Vergelijk het aantal banden in elke rij. Bedenk dat een restrictie-enzym DNA knipt op plaatsen waar een bepaalde sequentie, de restrictieplaats genoemd, voorkomt. Als een monster werd behandeld met TWEE restrictie-enzymen, zouden een band voor het insert en een band voor de rest van het plasmide beide aanwezig moeten zijn. Dat komt omdat het insert wordt geflankeerd door twee restrictieplaatsen, elk voor een ander enzym, dus sneden op beide plaatsen zullen het insert van het plasmide bevrijden. Een snee op slechts één plaats daarentegen zal het plasmide omzetten in lineair DNA. Een monster dat zonder restrictie-enzymen of één restrictie-enzym is gesneden, zou dan een enkele band moeten hebben, terwijl een monster dat met twee restrictie-enzymen is gesneden twee banden zou moeten hebben.
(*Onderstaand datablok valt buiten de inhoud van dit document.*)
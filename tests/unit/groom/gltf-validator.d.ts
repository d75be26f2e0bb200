// The Khronos glTF Validator's npm build ships no types; this covers what the tests call.
declare module 'gltf-validator' {
  export interface ValidationReport {
    issues: { numErrors: number; numWarnings: number; messages: { code: string; message: string; severity: number; pointer?: string }[] };
    info?: Record<string, unknown>;
  }
  export function validateBytes(data: Uint8Array, options?: { uri?: string; format?: 'gltf' | 'glb'; maxIssues?: number }): Promise<ValidationReport>;
}
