// Moving a spec onto another surface (lib/groom/README.md, "Transfer"): by polygon on the same
// topology, by UV, and by alignment along the normal; the report; refusals.
import { describe, expect, it } from 'vitest';
import { measureIndices } from '@/lib/field';
import {
  GroomError,
  alignPoint,
  alignSurfaces,
  fieldRequestFromSpec,
  identityOfMesh,
  parseGroomSpec,
  prepareGroomSurface,
  specToJson,
  transferSpec,
  validateGroomSpec,
  vertexOfPlace,
  withoutUv,
  type GroomSpec,
  type GroomSurface,
  type SurfaceIdentity,
} from '@/lib/groom';
import { SKIN_QUERY_SIZE } from '@/lib/groom/place/skin';
import { mirrorPoint, planeOfSymmetry } from '@/lib/groom/spec/symmetry';
import { multiply3, onUnitSphere as at, transferSphere, rotationAbout, type TransferSphere } from '@/tests/fixtures/transfer-sphere';
import { withGroups } from './support';

const RINGS = 16, SEGMENTS = 24;
// The second file: re-triangulated along the other diagonals, ×2.54 and turned about two axes.
const TURN = multiply3(rotationAbout('z', 35), rotationAbout('x', 50));
const MOVED = { split: 'bc' as const, asTriangles: true, shift: 5, scale: 2.54, rotation: TURN, translation: [3, -1, 2] as [number, number, number] };


/** Two whorls (a sphere's χ = 2), a flow stroke, a pin, an open parting balanced by a saddle. */
const SPEC = parseGroomSpec({
  specVersion: 2,
  units: 'cm',
  upAxis: 'z',
  field: {
    singularities: [
      { point: at(40, 30), index: 1 },
      { point: at(130, 200), index: 1, twist: 180 },
      { point: at(100, 300), index: -1 },
    ],
    partings: [{ points: [at(70, 250), at(75, 265), at(80, 280)] }],
    strokes: [{ points: [at(60, 80), at(65, 95), at(70, 110)] }],
  },
  pins: [{ point: at(110, 60), attribute: 'length', value: 2 }],
});

function side(sphere: TransferSphere, identity: SurfaceIdentity = sphere.identity) {
  return { surface: prepareGroomSurface(sphere.mesh), identity };
}

/** Mean edge length of a surface. */
function edgeLength(surface: GroomSurface): number {
  return surface.meanEdge;
}

/** Each singularity of `result` within one edge of where `expected` (unit-sphere points) says, and the field proves exactly them. */
function expectSingularitiesLanded(spec: GroomSpec, target: GroomSurface, expected: [number, number, number][], solvedIndex: Float64Array | undefined) {
  expect(spec.field.singularities).toHaveLength(expected.length);
  spec.field.singularities.forEach((s, i) => {
    const v = vertexOfPlace(target, s, `field.singularities[${i}]`);
    const p = target.mesh.positions;
    const d = Math.hypot(p[3 * v] - expected[i][0], p[3 * v + 1] - expected[i][1], p[3 * v + 2] - expected[i][2]);
    expect(d, `singularity ${i}`).toBeLessThan(edgeLength(target));
  });
  // The field on the new surface, measured from positions and face vectors alone (lib/field's
  // measureIndices), has an index exactly at the carried singularities and nowhere else.
  expect(solvedIndex).toBeDefined();
  const placed = new Map(spec.field.singularities.map((s, i) => [vertexOfPlace(target, s, `s${i}`), s.index]));
  // The open parting's +1 sits on its own vertices (the ends), never anywhere else.
  const onCurves = new Set(fieldRequestFromSpec(spec, target).curves!.flatMap((c) => c.vertices));
  const elsewhere: number[] = [];
  solvedIndex!.forEach((index, v) => {
    if (placed.has(v)) expect(index, `vertex ${v}`).toBeCloseTo(placed.get(v)!, 9);
    else if (Math.abs(index) > 1e-9 && !onCurves.has(v)) elsewhere.push(v);
  });
  expect(elsewhere).toEqual([]);
}

function measured(target: GroomSurface, solved: { field: { faceDirection: Float64Array } } | undefined, order = 1): Float64Array | undefined {
  return solved ? measureIndices(target.field, solved.field.faceDirection, order).index : undefined;
}
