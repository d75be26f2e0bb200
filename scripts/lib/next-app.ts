// Building and serving the Next.js app against a started stack.
import { join } from 'node:path';
import { projectRoot, stackEnvironment, type StackProfile } from './stack';
import { log, runCommand, startProcess, waitForHttp, type LongRunning } from './processes';
import { bundleFieldWorker, watchFieldWorker } from './field-worker-bundle';

const nextCli = join(projectRoot, 'node_modules', 'next', 'dist', 'bin', 'next');

// The demo and the test run build into different folders, so a test run can build while the
// demo is serving its own build.
const DIST_DIRS: Record<StackProfile['name'], string> = { demo: '.next', test: '.next-test' };

function appEnvironment(profile: StackProfile): NodeJS.ProcessEnv {
  return { ...stackEnvironment(profile), NEXT_DIST_DIR: DIST_DIRS[profile.name] };
}

export async function buildApp(profile: StackProfile) {
  await bundleFieldWorker();
  log(`building the app (next build → ${DIST_DIRS[profile.name]})`);
  await runCommand(process.execPath, [nextCli, 'build'], { cwd: projectRoot, env: appEnvironment(profile) });
}

async function serve(profile: StackProfile, mode: 'start' | 'dev'): Promise<LongRunning> {
  const url = `http://127.0.0.1:${profile.ports.app}`;
  const server = startProcess(process.execPath, [nextCli, mode, '--hostname', '127.0.0.1', '--port', String(profile.ports.app)], {
    cwd: projectRoot,
    env: appEnvironment(profile),
  });
  await waitForHttp(`${url}/api/health`, server, `next ${mode}`);
  return server;
}

export function startApp(profile: StackProfile) {
  return serve(profile, 'start');
}

export async function startDevServer(profile: StackProfile) {
  // Lives as long as this process (the dev task): esbuild's service stops with it.
  await watchFieldWorker();
  return serve(profile, 'dev');
}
Pas op voor banden die zijn gemaakt door genuanceerd plasmide DNA. Een ingesneden plasmide heeft alleen een snede in een enkele streng, dus migreert het langzamer dan een gesneden plasmide. Gesneden plasmiden migreren op hun beurt langzamer dan ongesneden DNA.
Schat de grootte van het inzetstuk met behulp van de procedure die wordt beschreven in sectie 1 en bepaal of het overeenkomt met uw verwachtingen (afhankelijk van het experiment).